7. 2020 has been such a crazy, historical year. In the thick of it all, you’ve had a really busy year both as a director and an actor. How have your ways of working changed during the pandemic? What changes have you made for yourself and your life? What has changed and what has stayed the same?
I feel lucky because I managed to get AWAY and BOILING POINT in the can just before CoVid hit. I feel unlucky because, against all the odds, AWAY didn’t get picked up for season 2 despite it being such a success. Obviously CoVid’s played a big part in that. During the first lockdown I kept myself sane by using the time to finish writing projects that had been hanging over me for a while. Right now, we’re in the midst of a second lockdown here in London, my writing assignments are over, and there are other ideas I could start, but I’m bored and need change again, so I’m starting to go out of my mind a bit. What I would say though, is that there’s two particular scripts that I’ve completed during this time that I’m so proud of and have purged so much of myself into. They’re honest and personal in so many ways, and that wouldn’t have come if not for the vulnerability of what we’re going through.

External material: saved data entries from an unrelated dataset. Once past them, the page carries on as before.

test('DBSCAN on the demo equals a direct computation, label for label', () => {
  const s = demo();
  const xy = s.mapLayers().events;
  for (const [eps, k] of [[150, 8], [250, 12], [90, 4]]) {
    const r = s.dbscan({ eps_m: eps, min_samples: k });
    const d = directDbscan(xy, eps, k);
    assert.ok(r.labels instanceof Int32Array);
    assert.deepEqual(Array.from(r.labels), d.labels, `eps ${eps}, min ${k}`);
    assert.deepEqual(Array.from(r.core, Boolean), d.core);
    assert.equal(r.noise, d.labels.filter((l) => l < 0).length);
    assert.equal(r.n_clusters, Math.max(-1, ...d.labels) + 1);
    for (const c of r.clusters) assert.equal(c.members, d.labels.filter((l) => l === c.id).length);
  }
  // Planted cluster A (120 events, σ = 250 m) is found at eps 150 m / 8 points.
  const r = s.dbscan({ eps_m: 150, min_samples: 8 });
  const a = truth.clusters[0].centre_lonlat;
  const hit = r.clusters.find((c) => metresApart(c.centre_lon, c.centre_lat, a.longitude, a.latitude) < 300);
  assert.ok(hit && hit.members >= 50, 'a cluster at planted A');
  assert.equal(throws(() => s.dbscan({ eps_m: 0 })).code, 'bad_parameter');
});

test('k-distance: sorted largest first, each the distance to the (k−1)-th other event', () => {
  const s = demo();
  const xy = s.mapLayers().events;
  const n = xy.length / 2;
  const kd = s.kDistance(6);
  assert.equal(kd.sorted_desc_m.length, n);
  const direct = [];
  for (let i = 0; i < n; i++) {
    const d = [];
    for (let j = 0; j < n; j++) d.push(Math.hypot(xy[2 * i] - xy[2 * j], xy[2 * i + 1] - xy[2 * j + 1]));
    d.sort((a, b) => a - b);
    direct.push(d[5]); // 6th nearest counting itself (d[0] = 0)
  }
  direct.sort((a, b) => b - a);
  for (let i = 0; i < n; i++) assert.ok(Math.abs(kd.sorted_desc_m[i] - direct[i]) < 1e-9);
  assert.equal(kd.knee_eps_m, kd.sorted_desc_m[kd.knee_index]);
});

test('scan finds the three planted clusters with p at its floor (Kulldorff 1997)', () => {
  for (const controls of [true, false]) {
    const s = demo({ controls });
    const r = runScan(s, { n_sim: 99, seed: 11 });
    assert.equal(r.model, controls ? 'bernoulli' : 'poisson');
    // p = (1 + #{T_j ≥ T_obs}) / (m + 1) (Kulldorff 1997), so with 99 replicates p ≥ 0.01.
    assert.equal(r.smallest_p, 0.01);
    assert.ok(r.p_value >= 0.01 && r.p_value < 0.05, `p = ${r.p_value}`);
    const sig = r.clusters.filter((c) => c.p_value < 0.05);
    for (const planted of truth.clusters) {
      const c = planted.centre_lonlat;
      // The planted centre lies inside a significant circle (within one circle radius of its centre).
      const hit = sig.find((k) => metresApart(k.centre_lon, k.centre_lat, c.longitude, c.latitude) <= Math.max(k.radius_m, r.cell_m));
      assert.ok(hit, `${controls ? 'Bernoulli' : 'Poisson'}: planted ${planted.label} inside a circle with p < 0.05`);
      assert.ok(hit.observed > hit.expected && hit.relative_risk > 1);
    }
  }
});

test('scan: the same seed gives the same answer; another seed changes the replicates only', () => {
  const s = demo({ controls: true });
  const a = runScan(s, { n_sim: 49, seed: 123456789 });
  const b = runScan(s, { n_sim: 49, seed: 123456789 });
  assert.deepEqual(a, b);
  const c = runScan(s, { n_sim: 49, seed: 987 });
  assert.notDeepEqual(c.null_maxima, a.null_maxima);
  assert.equal(c.statistic, a.statistic);
  assert.equal(a.seed, 123456789);
});

test('scan: cases against controls are centred on every place up to 10,000 places (auto), on grid cells when asked', () => {
  const s = demo({ controls: true });
  const places = s.scanStart({ n_sim: 9, seed: 3 });
  const auto = s.scanFinish();
  // The demo has 1,500 cases and 3,000 controls (demo-data/README.md): at most 4,500 places.
  assert.equal(auto.cell_m, null);
  assert.equal(auto.n_regions, places.n_regions);
  assert.ok(auto.n_regions > 2000 && auto.n_regions <= 4500, `${auto.n_regions} places`);
  s.scanStart({ n_sim: 9, seed: 3, centres: 'events' });
  assert.deepEqual(s.scanFinish(), auto);
  s.scanStart({ n_sim: 9, seed: 3, centres: 'grid' });
  const grid = s.scanFinish();
  assert.ok(grid.cell_m > 0 && grid.n_regions < auto.n_regions);
  // An unknown choice is an error naming the option, never a silent default.
  const e = throws(() => s.scanStart({ centres: 'everywhere' }));
  assert.ok(['bad_options', 'bad_parameter'].includes(e.code), e.code);
  assert.match(e.message, /centres/);
});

8. You are also an activist for racial equity in casting and production. How does this activism inform your acting and directorial work? Was there an event in your career that pushed you towards activism?
I don’t know if I fit into the category of an activist because there are people actually dedicating their lives to it and they deserve that title more, but you know, I learned early on that my best personal currency to the diversity cause was not to scream and shout about it, but to do something about it. I’ve been blessed with the gift of storytelling and the gift of being able to conceive an idea, make others believe in it, and then see it through to completion. I’ve always felt that my energy is best served by actually creating the roles that are needed, and I guess in a sense that’s my activism. For me, artists should be seen as artists, and I’ll always look to cast the best actor regardless of race, age, or gender, and from there work the script around that choice. Ok, you can’t do it with everything but you’ll be surprised that with a bit of creative thinking how much can be adapted to accommodate. Even as I say this, I’m realizing my ideas mostly come to me because I have an actor I like or want to work with, and then I fit a project around that person. For example, ‘Convenience,’ a film I curated, produced, and starred in, had two Indian actors in lead roles not defined by their race. They were simply the best actors for those roles because the film was written for us. It released in 2015 and, in a sense, it was too forward thinking for its time. Had it come out a few years later when the diversity movement really took off, I think it would’ve found a much bigger distributor and been a much bigger hit than it was. We made the film for 80k, all the major studios called me into meetings to find out how I was able to make something so cinematic for so little money, but no one would take it on because they didn’t know how to market it. To them it wasn’t Bend It Like Beckham or East Is East, so they didn’t know where to place it. I was like ‘put race aside and market it like you would Kevin Smith’s Clerks’, but alas, that kind of thinking was unchartered territory, even in 2015.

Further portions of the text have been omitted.